• _Exercise instructions_
Every line below should be given again without alteration.

• _Data_
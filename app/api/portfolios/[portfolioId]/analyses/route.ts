import { z } from 'zod';

import { listAnalyses, presentAnalysis } from '@/lib/analyses/reading/analyses';
import { newAnalysis } from '@/lib/analyses/reading/parameters';
import { analysesQuery } from '@/lib/analyses/reading/queries';
import { requestAnalysis } from '@/lib/analyses/run';
import { route } from '@/lib/api/route';
import { id } from '@/lib/api/schemas';
import { type AnalysisView } from '@/lib/api/types';
import { loadPortfolio } from '@/lib/portfolios/load';

export const dynamic = 'force-dynamic';

const params = z.object({ portfolioId: id });

export const GET = route({ action: 'portfolio.view', params, query: analysesQuery, load: loadPortfolio, handler: ({ row, query }) => listAnalyses(row.id, query) });

export const POST = route({
  action: 'analysis.run',
  params,
  body: newAnalysis,
  load: loadPortfolio,
  status: 202,
  handler: async ({ actor, row, body }) => presentAnalysis(await requestAnalysis(actor, row.id, body.parameters)),
  audit: ({ row, body }, result) => ({ action: 'analysis.requested', subjectType: 'analysis', subjectId: (result as AnalysisView).id, details: { portfolioId: row.id, parameters: body.parameters } }),
});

• _Answer box_
filename app/api/portfolios/[portfolioId]/analyses/route.ts
import { z } from 'zod';

import { listAnalyses, presentAnalysis } from '@/lib/analyses/reading/analyses';
import { newAnalysis } from '@/lib/analyses/reading/parameters';
import { analysesQuery } from '@/lib/analyses/reading/queries';
import { requestAnalysis } from '@/lib/analyses/run';
import { route } from '@/lib/api/route';
import { id } from '@/lib/api/schemas';
import { type AnalysisView } from '@/lib/api/types';
import { loadPortfolio } from '@/lib/portfolios/load';

export const dynamic = 'force-dynamic';

const params = z.object({ portfolioId: id });

export const GET = route({ action: 'portfolio.view', params, query: analysesQuery, load: loadPortfolio, handler: ({ row, query }) => listAnalyses(row.id, query) });

export const POST = route({
  action: 'analysis.run',
  params,
  body: newAnalysis,
  load: loadPortfolio,
  status: 202,
  handler: async ({ actor, row, body }) => presentAnalysis(await requestAnalysis(actor, row.id, body.parameters)),
  audit: ({ row, body }, result) => ({ action: 'analysis.requested', subjectType: 'analysis', subjectId: (result as AnalysisView).id, details: { portfolioId: row.id, parameters: body.parameters } }),
});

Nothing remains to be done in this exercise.